Graylog offers the capability to create and tailor various dashboards that showcase information about events of interest (which may include counts of events, hosts, grouped items, visual graphs, or maps). Dashboards can be customized using widgets.
Setting Up Graylog Alerts for Event Occurrences
In certain situations, Graylog has the capability to send automatic notifications, commonly referred to as alerts. For instance, I would like to set up Graylog to notify me via email whenever someone accesses one of my servers through SSH.
To begin, navigate to Alerts -> Alerts and Events. Within the Notification tab, you can enter the email addresses that will receive these alerts.
Next, you will want to create a query to identify the specific events that you wish to be alerted about in the Event Definition.

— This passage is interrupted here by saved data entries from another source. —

import tailwindcss from '@tailwindcss/vite';
import react from '@vitejs/plugin-react';
import { readdirSync, readFileSync, writeFileSync } from 'node:fs';
import { join } from 'node:path';
import { fileURLToPath } from 'node:url';
import { brotliCompressSync, constants, gzipSync } from 'node:zlib';
import { defineConfig, type Plugin } from 'vite';

/** Writes .br and .gz beside every built script, style sheet and SVG, so the API serves them without compressing per request. */
export function precompress(): Plugin {
  let outDir = '';
  return {
    name: 'rodewise-precompress',
    apply: 'build',
    configResolved(config) {
      outDir = config.build.outDir;
    },
    closeBundle() {
      const dir = join(outDir, 'assets');
      for (const name of readdirSync(dir)) {
        if (!/\.(js|css|svg|json)$/.test(name)) continue;
        const body = readFileSync(join(dir, name));
        if (body.length < 1024) continue;
        writeFileSync(
          join(dir, `${name}.br`),
          brotliCompressSync(body, { params: { [constants.BROTLI_PARAM_QUALITY]: 11 } }),
        );
        writeFileSync(join(dir, `${name}.gz`), gzipSync(body, { level: 9 }));
      }
    },
  };
}

const apiPort = process.env.API_PORT ?? '4310';

// Vite serves apps/web; in dev /api and /uploads go to the API; the build lands in dist/web, which the API serves.
export default defineConfig({
  root: fileURLToPath(new URL('./apps/web', import.meta.url)),
  publicDir: fileURLToPath(new URL('./apps/web/public', import.meta.url)),
  plugins: [react(), tailwindcss(), precompress()],
  // `@/…` is apps/web/src (the same mapping as apps/web/tsconfig.json's paths).
  resolve: { alias: { '@': fileURLToPath(new URL('./apps/web/src', import.meta.url)) } },
  server: {
    port: 5173,
    proxy: {
      '/api': `http://127.0.0.1:${apiPort}`,
      '/uploads': `http://127.0.0.1:${apiPort}`,
    },
  },
  build: {
    outDir: fileURLToPath(new URL('./dist/web', import.meta.url)),
    emptyOutDir: true,
    sourcemap: false,
  },
});
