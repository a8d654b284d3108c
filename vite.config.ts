import tailwindcss from '@tailwindcss/vite';
import react from '@vitejs/plugin-react';
import { fileURLToPath } from 'node:url';
import { defineConfig } from 'vite';

const apiPort = process.env.API_PORT ?? '4310';

// Vite serves apps/web; in dev /api and /uploads go to the API; the build lands in dist/web, which the API serves.
export default defineConfig({
  root: fileURLToPath(new URL('./apps/web', import.meta.url)),
  publicDir: fileURLToPath(new URL('./apps/web/public', import.meta.url)),
  plugins: [react(), tailwindcss()],
  server: {
    port: 5173,
    proxy: {
      '/api': `http://127.0.0.1:${apiPort}`,
      '/uploads': `http://127.0.0.1:${apiPort}`,
    },
  },
  build: {
    outDir: fileURLToPath(new URL('./dist/web', import.meta.url)),
    emptyOutDir: true,
    sourcemap: false,
  },
});
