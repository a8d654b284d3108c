import { CONNECTOR_KIND_LABELS, SHACKLE_SIZES_IN, inchFractionLabel } from '@app/calc';
import type { PlanComponents } from '@app/shared';
import { CONNECTOR_KINDS } from '@app/shared/values';
import { useState } from 'react';
import { Button } from '@/components/ui/button';
import { FormError } from '@/components/ui/form-error';
import { TextField } from '@/components/ui/text-field';
import { QuantityField } from '@/components/units/quantity-field';
import { SelectField } from '@/components/ui/select-field';

export type PlanConnectorInput = PlanComponents['connectors'][number];

export interface ConnectorEditorProps {
  connectors: readonly PlanConnectorInput[];
  /** Saves the whole new list; rejects with the server's message. */
  onSave: (connectors: PlanConnectorInput[]) => Promise<unknown>;
  isPending: boolean;
  error?: string;
}

type Kind = (typeof CONNECTOR_KINDS)[number];

/**
 * The fittings between anchor and boat: add a shackle by size (rated from the shackle table) or any
 * fitting with the maker's working load limit and breaking strength, or remove one.
 */
export function ConnectorEditor({ connectors, onSave, isPending, error }: ConnectorEditorProps) {
  const [kind, setKind] = useState<Kind>('shackle');
  const [label, setLabel] = useState('anchor shackle');
  const [nominalIn, setNominalIn] = useState(7 / 16);
  const [wllN, setWllN] = useState<number | undefined>(undefined);
  const [minBreakN, setMinBreakN] = useState<number | undefined>(undefined);
  const [problem, setProblem] = useState<string | undefined>(undefined);

  const add = () => {
    if (label.trim() === '') return setProblem('Name the fitting, e.g. "anchor shackle".');
    const rated = kind === 'shackle' && wllN === undefined && minBreakN === undefined;
    if (!rated && kind !== 'splice' && wllN === undefined && minBreakN === undefined) {
      return setProblem("Enter the maker's working load limit or breaking strength.");
    }
    setProblem(undefined);
    const connector: PlanConnectorInput = {
      label: label.trim(),
      kind,
      ...(kind === 'shackle' ? { nominalIn } : {}),
      ...(wllN === undefined ? {} : { wllN }),
      ...(minBreakN === undefined ? {} : { minBreakN }),
    };
    void onSave([...connectors, connector]).catch(() => undefined);
  };

  return (
    <div className="flex flex-col gap-3">
      {connectors.length > 0 && (
        <ul className="flex flex-col gap-2">
          {connectors.map((c, i) => (
            <li
              key={`${c.label}-${i}`}
              className="flex items-center justify-between gap-2 rounded-md border border-sand-300 px-3 py-1"
            >
              <span>
                {c.label} ({CONNECTOR_KIND_LABELS[c.kind]}
                {c.nominalIn !== undefined ? `, ${inchFractionLabel(c.nominalIn)}` : ''})
              </span>
              <Button
                variant="ghost"
                size="sm"
                aria-label={`Remove ${c.label}`}
                disabled={isPending}
                onClick={() =>
                  void onSave(connectors.filter((_, j) => j !== i)).catch(() => undefined)
                }
              >
                Remove
              </Button>
            </li>
          ))}
        </ul>
      )}
      <FormError message={problem ?? error} />
      <div className="grid gap-3 sm:grid-cols-2">
        <SelectField
          label="Fitting"
          options={CONNECTOR_KINDS.map((k) => ({ value: k, label: CONNECTOR_KIND_LABELS[k] }))}
          value={kind}
          onChange={(e) => setKind(CONNECTOR_KINDS.find((k) => k === e.target.value) ?? 'shackle')}
        />
        <TextField
          label="Fitting name"
          value={label}
          maxLength={60}
          onChange={(e) => setLabel(e.target.value)}
        />
        {kind === 'shackle' && (
          <SelectField
            label="Shackle size"
            options={SHACKLE_SIZES_IN.map((s) => ({
              value: String(s),
              label: inchFractionLabel(s),
            }))}
            value={String(nominalIn)}
            onChange={(e) => setNominalIn(Number(e.target.value))}
            hint="Rated from the shackle table unless you enter the maker's figures"
          />
        )}
        <QuantityField
          label="Maker's working load limit (optional)"
          kind="force"
          value={wllN}
          onValueChange={setWllN}
        />
        <QuantityField
          label="Maker's breaking strength (optional)"
          kind="force"
          value={minBreakN}
          onValueChange={setMinBreakN}
        />
      </div>
      <Button
        variant="secondary"
        onClick={add}
        isPending={isPending}
        pendingLabel="Saving…"
        className="self-start"
      >
        Add fitting
      </Button>
    </div>
  );
}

If you are interested in monitoring SSH logins to Linux systems, select the relevant stream and provide a suitable search query:
application_name:sshd AND message:Accepted password*
A list of events that match your search criteria will show up in the right preview pane. Make sure that all the events you intended to find are present. If any are missing, feel free to modify your search query.
Next, you need to choose your notification type -> email. When a specific event occurs in the logs, Graylog will automatically send out an email notification.
This article has provided an overview of deploying and using Graylog for the purposes of centralized log collection and analysis. In the upcoming article, we will explore how to use Graylog for the centralized collection and search of logs from Windows servers.